Top of Entries provided

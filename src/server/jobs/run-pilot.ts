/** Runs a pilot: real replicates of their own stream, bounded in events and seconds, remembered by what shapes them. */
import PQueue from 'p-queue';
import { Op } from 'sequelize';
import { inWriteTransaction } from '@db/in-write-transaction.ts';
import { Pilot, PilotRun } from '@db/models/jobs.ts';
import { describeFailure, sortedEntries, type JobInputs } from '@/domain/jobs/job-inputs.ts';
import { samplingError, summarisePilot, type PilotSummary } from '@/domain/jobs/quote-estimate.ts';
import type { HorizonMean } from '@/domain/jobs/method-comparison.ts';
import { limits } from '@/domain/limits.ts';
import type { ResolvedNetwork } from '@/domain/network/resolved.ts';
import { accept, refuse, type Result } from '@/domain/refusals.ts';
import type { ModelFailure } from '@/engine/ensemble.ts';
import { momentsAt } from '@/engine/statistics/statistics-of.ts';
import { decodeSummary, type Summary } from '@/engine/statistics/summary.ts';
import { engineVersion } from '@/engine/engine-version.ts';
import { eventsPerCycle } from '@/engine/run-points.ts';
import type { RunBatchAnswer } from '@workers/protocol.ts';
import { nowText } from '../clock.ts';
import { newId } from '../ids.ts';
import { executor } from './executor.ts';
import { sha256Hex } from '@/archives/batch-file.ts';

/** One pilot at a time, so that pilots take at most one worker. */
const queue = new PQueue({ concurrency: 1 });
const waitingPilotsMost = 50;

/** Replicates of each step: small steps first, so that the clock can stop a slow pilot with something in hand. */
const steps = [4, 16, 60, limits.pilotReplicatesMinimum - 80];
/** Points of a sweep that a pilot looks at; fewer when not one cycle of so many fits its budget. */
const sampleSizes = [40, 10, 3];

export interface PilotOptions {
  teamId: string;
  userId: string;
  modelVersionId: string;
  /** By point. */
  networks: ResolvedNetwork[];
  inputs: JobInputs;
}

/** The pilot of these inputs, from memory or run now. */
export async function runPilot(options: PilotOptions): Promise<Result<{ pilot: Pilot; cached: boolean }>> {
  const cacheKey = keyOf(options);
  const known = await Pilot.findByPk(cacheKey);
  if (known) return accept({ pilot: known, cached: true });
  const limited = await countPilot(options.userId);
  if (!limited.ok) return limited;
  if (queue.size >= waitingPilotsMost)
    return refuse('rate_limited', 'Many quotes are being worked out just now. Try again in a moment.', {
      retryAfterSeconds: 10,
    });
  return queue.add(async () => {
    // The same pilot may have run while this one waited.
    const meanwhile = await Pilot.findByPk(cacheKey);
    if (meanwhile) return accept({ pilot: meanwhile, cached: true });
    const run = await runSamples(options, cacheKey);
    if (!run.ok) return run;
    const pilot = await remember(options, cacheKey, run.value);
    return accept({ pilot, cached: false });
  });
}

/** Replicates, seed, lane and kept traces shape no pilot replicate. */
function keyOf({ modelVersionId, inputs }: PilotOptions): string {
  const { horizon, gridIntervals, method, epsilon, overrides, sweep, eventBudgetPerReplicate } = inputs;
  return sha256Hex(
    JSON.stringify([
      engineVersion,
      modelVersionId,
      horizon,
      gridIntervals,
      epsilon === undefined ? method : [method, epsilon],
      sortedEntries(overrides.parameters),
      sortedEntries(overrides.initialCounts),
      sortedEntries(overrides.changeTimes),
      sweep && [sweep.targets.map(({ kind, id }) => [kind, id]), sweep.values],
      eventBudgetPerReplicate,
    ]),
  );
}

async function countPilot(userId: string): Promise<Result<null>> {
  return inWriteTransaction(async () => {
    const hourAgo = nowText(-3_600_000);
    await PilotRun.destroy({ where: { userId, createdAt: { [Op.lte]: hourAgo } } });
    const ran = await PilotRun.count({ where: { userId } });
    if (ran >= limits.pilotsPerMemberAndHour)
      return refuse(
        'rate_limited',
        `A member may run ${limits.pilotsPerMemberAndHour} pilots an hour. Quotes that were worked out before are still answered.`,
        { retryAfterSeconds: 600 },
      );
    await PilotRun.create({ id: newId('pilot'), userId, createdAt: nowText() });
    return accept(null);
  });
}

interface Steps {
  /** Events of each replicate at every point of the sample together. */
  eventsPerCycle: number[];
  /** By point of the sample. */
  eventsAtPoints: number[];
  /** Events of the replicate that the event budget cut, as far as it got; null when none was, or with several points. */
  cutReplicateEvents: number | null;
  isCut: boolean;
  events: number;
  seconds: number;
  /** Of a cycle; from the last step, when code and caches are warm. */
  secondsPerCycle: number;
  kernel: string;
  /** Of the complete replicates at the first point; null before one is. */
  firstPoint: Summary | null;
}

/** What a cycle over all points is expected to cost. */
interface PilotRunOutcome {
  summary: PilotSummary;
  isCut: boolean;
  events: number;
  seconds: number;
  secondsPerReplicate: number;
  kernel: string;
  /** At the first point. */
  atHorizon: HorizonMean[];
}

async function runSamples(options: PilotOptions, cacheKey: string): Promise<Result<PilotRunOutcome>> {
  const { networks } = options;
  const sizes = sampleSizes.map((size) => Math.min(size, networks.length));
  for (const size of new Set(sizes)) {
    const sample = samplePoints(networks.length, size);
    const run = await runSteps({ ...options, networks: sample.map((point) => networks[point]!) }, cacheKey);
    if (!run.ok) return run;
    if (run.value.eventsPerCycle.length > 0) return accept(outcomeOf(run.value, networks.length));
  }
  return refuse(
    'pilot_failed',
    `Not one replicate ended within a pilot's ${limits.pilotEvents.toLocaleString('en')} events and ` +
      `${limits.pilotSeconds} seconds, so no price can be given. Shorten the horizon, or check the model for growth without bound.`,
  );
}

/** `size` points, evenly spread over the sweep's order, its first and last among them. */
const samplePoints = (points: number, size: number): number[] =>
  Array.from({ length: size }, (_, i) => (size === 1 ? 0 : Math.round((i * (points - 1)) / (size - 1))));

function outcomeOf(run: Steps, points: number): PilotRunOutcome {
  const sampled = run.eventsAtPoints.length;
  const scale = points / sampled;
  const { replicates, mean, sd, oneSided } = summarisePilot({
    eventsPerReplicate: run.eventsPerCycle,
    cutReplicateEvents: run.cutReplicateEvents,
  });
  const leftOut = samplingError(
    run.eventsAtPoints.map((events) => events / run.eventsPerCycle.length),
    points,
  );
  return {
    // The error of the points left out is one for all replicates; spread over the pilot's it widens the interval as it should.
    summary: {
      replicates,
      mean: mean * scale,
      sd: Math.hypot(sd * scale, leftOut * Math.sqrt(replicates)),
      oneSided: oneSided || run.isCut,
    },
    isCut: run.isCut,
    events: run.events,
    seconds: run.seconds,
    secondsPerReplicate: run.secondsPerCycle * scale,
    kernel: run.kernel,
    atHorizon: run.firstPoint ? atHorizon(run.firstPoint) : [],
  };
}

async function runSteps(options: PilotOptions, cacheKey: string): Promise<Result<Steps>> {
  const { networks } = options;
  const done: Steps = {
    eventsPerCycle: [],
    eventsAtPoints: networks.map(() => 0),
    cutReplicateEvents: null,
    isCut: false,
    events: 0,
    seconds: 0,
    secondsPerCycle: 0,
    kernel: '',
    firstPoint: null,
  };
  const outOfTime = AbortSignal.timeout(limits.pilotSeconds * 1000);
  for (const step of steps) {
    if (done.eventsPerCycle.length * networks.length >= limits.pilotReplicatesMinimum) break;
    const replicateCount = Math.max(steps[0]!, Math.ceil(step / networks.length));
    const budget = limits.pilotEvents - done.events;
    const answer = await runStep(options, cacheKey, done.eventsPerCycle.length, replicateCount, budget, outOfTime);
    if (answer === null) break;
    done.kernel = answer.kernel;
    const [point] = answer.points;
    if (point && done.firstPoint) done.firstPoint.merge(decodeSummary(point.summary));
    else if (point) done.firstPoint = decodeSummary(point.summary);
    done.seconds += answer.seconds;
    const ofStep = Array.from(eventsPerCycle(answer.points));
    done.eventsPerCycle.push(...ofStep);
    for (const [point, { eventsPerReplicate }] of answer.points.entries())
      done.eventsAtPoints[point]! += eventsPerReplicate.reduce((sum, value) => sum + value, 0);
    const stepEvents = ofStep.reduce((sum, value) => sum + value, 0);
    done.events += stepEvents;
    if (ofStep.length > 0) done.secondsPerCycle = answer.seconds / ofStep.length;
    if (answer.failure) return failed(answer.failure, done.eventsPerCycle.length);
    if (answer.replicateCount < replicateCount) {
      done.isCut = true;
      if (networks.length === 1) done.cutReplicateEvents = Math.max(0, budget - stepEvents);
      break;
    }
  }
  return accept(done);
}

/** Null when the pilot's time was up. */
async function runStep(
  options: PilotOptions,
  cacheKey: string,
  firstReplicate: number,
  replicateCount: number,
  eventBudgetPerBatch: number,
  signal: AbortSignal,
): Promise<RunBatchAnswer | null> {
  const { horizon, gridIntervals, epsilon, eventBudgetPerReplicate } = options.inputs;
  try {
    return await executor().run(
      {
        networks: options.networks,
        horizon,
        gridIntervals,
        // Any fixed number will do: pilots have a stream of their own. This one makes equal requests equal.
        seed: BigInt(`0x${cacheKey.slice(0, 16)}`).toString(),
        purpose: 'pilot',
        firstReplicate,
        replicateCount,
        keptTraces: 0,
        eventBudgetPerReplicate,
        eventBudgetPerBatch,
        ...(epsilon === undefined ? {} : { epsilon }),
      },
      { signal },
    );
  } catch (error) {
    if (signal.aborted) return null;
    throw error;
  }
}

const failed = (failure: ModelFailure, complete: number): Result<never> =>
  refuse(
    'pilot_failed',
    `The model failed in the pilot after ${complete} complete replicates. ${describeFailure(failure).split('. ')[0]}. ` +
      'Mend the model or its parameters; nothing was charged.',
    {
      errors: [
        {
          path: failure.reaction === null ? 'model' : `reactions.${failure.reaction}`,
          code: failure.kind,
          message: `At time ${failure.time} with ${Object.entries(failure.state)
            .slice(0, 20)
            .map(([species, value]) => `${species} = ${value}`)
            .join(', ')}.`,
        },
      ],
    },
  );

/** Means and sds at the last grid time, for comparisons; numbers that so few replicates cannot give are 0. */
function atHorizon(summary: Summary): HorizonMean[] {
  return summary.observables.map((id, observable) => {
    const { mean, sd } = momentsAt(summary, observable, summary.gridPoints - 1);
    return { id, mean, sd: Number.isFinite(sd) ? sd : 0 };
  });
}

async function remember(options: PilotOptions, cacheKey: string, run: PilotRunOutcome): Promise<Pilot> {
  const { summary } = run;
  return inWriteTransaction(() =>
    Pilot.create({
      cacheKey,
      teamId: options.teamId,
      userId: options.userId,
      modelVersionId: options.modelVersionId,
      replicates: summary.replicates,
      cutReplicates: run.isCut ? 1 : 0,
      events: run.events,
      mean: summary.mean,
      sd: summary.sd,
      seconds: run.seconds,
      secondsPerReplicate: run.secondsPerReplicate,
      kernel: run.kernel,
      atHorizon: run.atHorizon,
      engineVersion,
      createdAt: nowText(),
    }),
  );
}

Bottom of Entries provided

■ Required work
Copy, from the data above, every line where the word "stream" appears.

■ Result of this exercise
/** Runs a pilot: real replicates of their own stream, bounded in events and seconds, remembered by what shapes them. */
        // Any fixed number will do: pilots have a stream of their own. This one makes equal requests equal.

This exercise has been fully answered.